Foxtel wants an exclusive arrangement with either the NRL, or failing that, AFL, because that would become a big subscription driver, especially in NSW and Queensland where the audience for rugby league far outweighs that for the AFL. It would help Foxtel lift its subscriber numbers by forcing fans to pay for what they already watch for free.

Free TV Australia wants the right to show sport on its members new digital channels such as Ten’s ONE and Nine’s Go!

That’s competition Foxtel doesn’t want, illogically arguing:

“The combination of allowing the old networks exclusive first rights to over 13000 sports events — and allowing them the use of the expanded programming capacity on the (digital) channels to premier-listed events — could entail disastrous consequences for the sports codes, grass roots competitions and subscription TV.

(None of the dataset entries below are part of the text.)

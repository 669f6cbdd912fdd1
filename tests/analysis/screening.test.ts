import * as fc from 'fast-check';
import { AnalysisError } from '@/analysis/analysis-error';
import { studentUpperQuantile } from '@/analysis/distributions';
import { fitPlane } from '@/analysis/plane-fit';
import { screenShots } from '@/analysis/screening';
import type { ScreenedShot } from '@/analysis/types';
import { planeSets } from '../support/plane-reference';
import { rVector, runR } from '../support/r';
import { FOOT, INCH, SIXTEENTH, U, busted, round, walk } from '../support/rounds';
import { normal, seeded } from '../support/seeded';

const closed = { closed: true, u: U };
const ids = (shots: readonly { id: string }[]): string[] => shots.map(({ id }) => id);

/** A set of planefit.json as a round in nanometres; its z are elevations in feet, which a constant offset from plan grade changes nothing in. */
function asRound(name: string): ScreenedShot[] {
  const set = planeSets().get(name);
  if (set === undefined) throw new Error(`planefit.json has no ${name}`);
  return set.points.map(([x, y, z], i) => ({
    id: String(i),
    x: x * FOOT,
    y: y * FOOT,
    station: i * FOOT,
    deviation: (z - 100) * FOOT,
  }));
}

const hundredth = { closed: true, u: (0.01 * FOOT) / Math.sqrt(12) };

describe('screenShots: what it finds', () => {
  // COMPUTED: planefit.json P4 `outliers.sequentialDeletion` takes index 9 alone; its bust is exactly +1.00 ft.
  it('finds the foot in the L-shaped footing, says so, and nothing else', () => {
    const [suspect, ...others] = screenShots(asRound('P4'), hundredth);
    expect(others).toEqual([]);
    expect(suspect).toMatchObject({ id: '9', seenBy: ['plane', 'neighbours'], explanation: 'foot' });
    expect(Math.abs((suspect?.size ?? 0) - FOOT)).toBeLessThan(3 * hundredth.u);
  });

  // COMPUTED: planefit.json P7 `outliers.singlePassFlags` is empty; Bonferroni holds over a thousand stations.
  it('raises nothing in a clean round of a thousand stations', () => {
    expect(screenShots(asRound('P7'), hundredth)).toEqual([]);
  });

  it('finds three busts of which one pass sees none', () => {
    const shots = busted(round(24, 'rectangle', 0.1, normal(seeded(5))), { 0: INCH, 1: INCH, 23: INCH });
    const once = fitPlane(shots.map(({ id, x, y, deviation }) => ({ id, x, y, z: deviation })));
    const critical = studentUpperQuantile(0.05 / 48, 20);
    expect(once.points.filter((point) => Math.abs(point.deletedStudentized ?? 0) > critical)).toEqual([]);
    const suspects = screenShots(shots, closed);
    expect(ids(suspects)).toEqual(['S0', 'S1', 'S23']);
    expect(suspects.map(({ explanation }) => explanation)).toEqual(['inch', 'inch', 'inch']);
  });

  it('finds a low bust on one straight wall, and calls its size negative', () => {
    const shots = busted(round(16, 'wall', 0.4, normal(seeded(8))), { 6: -INCH / 2 });
    const [suspect, ...others] = screenShots(shots, { closed: false, u: U });
    expect(others).toEqual([]);
    expect(suspect).toMatchObject({ id: 'S6', explanation: 'half-inch' });
    expect(Math.abs((suspect?.size ?? 0) + INCH / 2)).toBeLessThan(3 * U);
  });

  it('sees by its neighbours a bust that a sagging footing hides from the plane', () => {
    const sag = walk(80, 'wall').map((_, i) => INCH * Math.sin((i / 80) * 4 * Math.PI));
    const clean = round(80, 'wall', 0.3, normal(seeded(3))).map((shot, i) => ({
      ...shot,
      deviation: shot.deviation + (sag[i] ?? 0),
    }));
    expect(screenShots(clean, { closed: false, u: U })).toEqual([]);
    const [suspect, ...others] = screenShots(busted(clean, { 12: -INCH }), { closed: false, u: U });
    expect(others).toEqual([]);
    expect(suspect).toMatchObject({ id: 'S12', seenBy: ['neighbours'], explanation: 'inch' });
  });

  it('holds the first and last shot of a closed walk against each other, and of an open one against nobody', () => {
    const sag = walk(80, 'rectangle').map((_, i) => INCH * Math.sin((i / 80) * 4 * Math.PI));
    const clean = round(80, 'rectangle', 0.3, normal(seeded(4))).map((shot, i) => ({
      ...shot,
      deviation: shot.deviation + (sag[i] ?? 0),
    }));
    const shots = busted(clean, { 0: INCH });
    expect(ids(screenShots(shots, closed))).toEqual(['S0']);
    expect(screenShots(shots, { closed: false, u: U })).toEqual([]);
  });

  it('finds a bust among exact shots, with no uncertainty at all', () => {
    const shots = walk(12, 'rectangle').map((place, i) => ({ id: `S${i}`, ...place, deviation: i === 4 ? 7 * SIXTEENTH : 0 }));
    expect(screenShots(shots, { closed: true, u: 0 })).toEqual([
      { id: 'S4', seenBy: ['plane', 'neighbours'], size: 7 * SIXTEENTH, explanation: null },
    ]);
  });

  it('finds nothing in an exact plane, with no uncertainty at all', () => {
    const shots = walk(24, 'rectangle').map((place, i) => ({
      id: `S${i}`,
      ...place,
      deviation: 0.001 * place.x - 0.002 * place.y + 12_345,
    }));
    expect(screenShots(shots, { closed: true, u: 0 })).toEqual([]);
  });

  it('takes a residual of 4u for no suspect, and one just beyond it for one', () => {
    const flat = (deviation: number): ScreenedShot[] =>
      walk(400, 'rectangle').map((place, i) => ({ id: `S${i}`, ...place, deviation: i === 30 ? deviation : 0 }));
    expect(screenShots(flat(4 * U), closed)).toEqual([]);
    // One of 400 pulls the plane its way by 0.6 %, so that 4.1u still leaves more than 4u.
    expect(screenShots(flat(4.5 * U), closed)).toMatchObject([{ id: 'S30' }]);
  });

  it('never takes the scale under u: what stands out of a suspiciously quiet round by 3u is no suspect', () => {
    const quiet = walk(40, 'rectangle').map((place, i) => ({ id: `S${i}`, ...place, deviation: i === 7 ? 3 * U : (i % 3) * 10 }));
    expect(screenShots(quiet, closed)).toEqual([]);
    expect(screenShots(quiet, { closed: true, u: U / 10 })).toMatchObject([{ id: 'S7' }]);
  });

  it('says nothing where four shots leave nothing to judge by, or none are there', () => {
    expect(screenShots(busted(round(4, 'rectangle', 0.4, normal(seeded(1))), { 1: FOOT }), closed)).toEqual([]);
    expect(screenShots([], closed)).toEqual([]);
  });

  // At most a quarter may be taken out: ⌊n/4⌋.
  it('finds two busts in eight shots, and of three no more than two by the plane', () => {
    const eight = walk(8, 'rectangle').map((place, i) => ({ id: `S${i}`, ...place, deviation: 0 }));
    const planes = (busts: Record<number, number>): string[] =>
      ids(screenShots(busted(eight, busts), closed).filter(({ seenBy }) => seenBy.includes('plane')));
    expect(planes({ 1: FOOT, 4: -FOOT })).toEqual(['S1', 'S4']);
    expect(planes({ 1: FOOT, 4: -FOOT, 6: FOOT }).length).toBeLessThanOrEqual(2);
  });

  it('tells the plane again when the shots left no longer carry it', () => {
    // Ten on one line and two beside it, both bust: without them there is only a line.
    const line = walk(10, 'wall').map((place, i) => ({ id: `S${i}`, ...place, deviation: (i % 2) * 1000 }));
    const aside = [1, 4].map((i) => ({
      id: `A${i}`,
      x: i * 4 * FOOT,
      y: 90 * FOOT,
      station: 0,
      deviation: i === 1 ? FOOT : -2 * FOOT,
    }));
    expect(() => screenShots([...line, ...aside], { closed: false, u: U })).not.toThrow();
    expect(ids(screenShots(busted([...line, ...aside], { 5: INCH }), { closed: false, u: U }))).toContain('S5');
  });
});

“Such a policy would further increase the pricing power of the old networks, lock subscription TV out of bidding for many rights and thus allow the old networks to drive down the value of sports rights.”

But putting major sport on the FTA digital channels would boost the take up of digital TV for the 2013 turn off. That’s the only part of the FTA argument that can be supported and one that Foxtel ignores, which is odd given its pioneering work in digitalising its entire network and introducing PVRs

Perhaps Foxtel is embarrassed that Ten’s ONE, a sports channel, regularly gets audiences greater than those on any of the Fox Sports channels for regular programming. ONE has national coverage (but based on digital TV penetration of less than 50%). Foxtel doesn’t, nor does Austar.

Foxtel is just an old-fashioned monopolist and doesn’t like competition. In that it’s little different than the Free To Air TV mob with one important exception. There are five Free To Air TV networks and they are competitive. Foxtel isn’t.

Foxtel seems to forget that at the moment it and its sports packager, Premier Media (Fox Sports), are the two most profitable organisations in the Australian broadcast media, earning about $560 million in pre-tax earnings in the June 30, 2009 financial year between them. Foxtel earned $406 million, Premier Media, $153 million.

And how could sporting codes be damaged by being exposed to more people potentially than on pay-TV, as Foxtel claims? Foxtel has the financial resources and the clout to demand its share of the major codes, and it does with rugby league and union, the AFL and cricket, and as it will do with the Nine networks on the Winter Olympics next year and the summer Games in London in 2012. It bailed out Nine a few years ago by grabbing coverage of the one-day interstate cricket matches. the audiences for those are now a mere shadow of what they were on Nine.

Premier Media is 50% owned by Consolidated Media and News Ltd, Foxtel is 50% owned by Telstra and 25% each by News and Cons Media, with Kerry Stokes owning 20% of CMH and James Packer about 43%.

News owns 50% of the NRL, but doesn’t want it screwing more money from the likes of Nine, Ten or Seven because that would see Foxtel/Premier Media forced to pay more for their rights.

It’s a case of one rule for them and other for us in this business.

And finally, Free TV Australia is presently considering submissions about its code of practice that it won’t talk about, or release any of the submissions. Not a jot. It’s cone-of-silence stuff.

So it wants the federal government to continue the matey deal on sports anti-siphoning list, but won’t talk about or release details of comments on its proposed new code of practice, which is arguably far more important for Australian TV viewers than any government anti-siphoning list.

It’s a toss up to see who is the more conflicted: News Corp, News Ltd, Free TV, Foxtel and its pay-TV mates or the major sporting codes.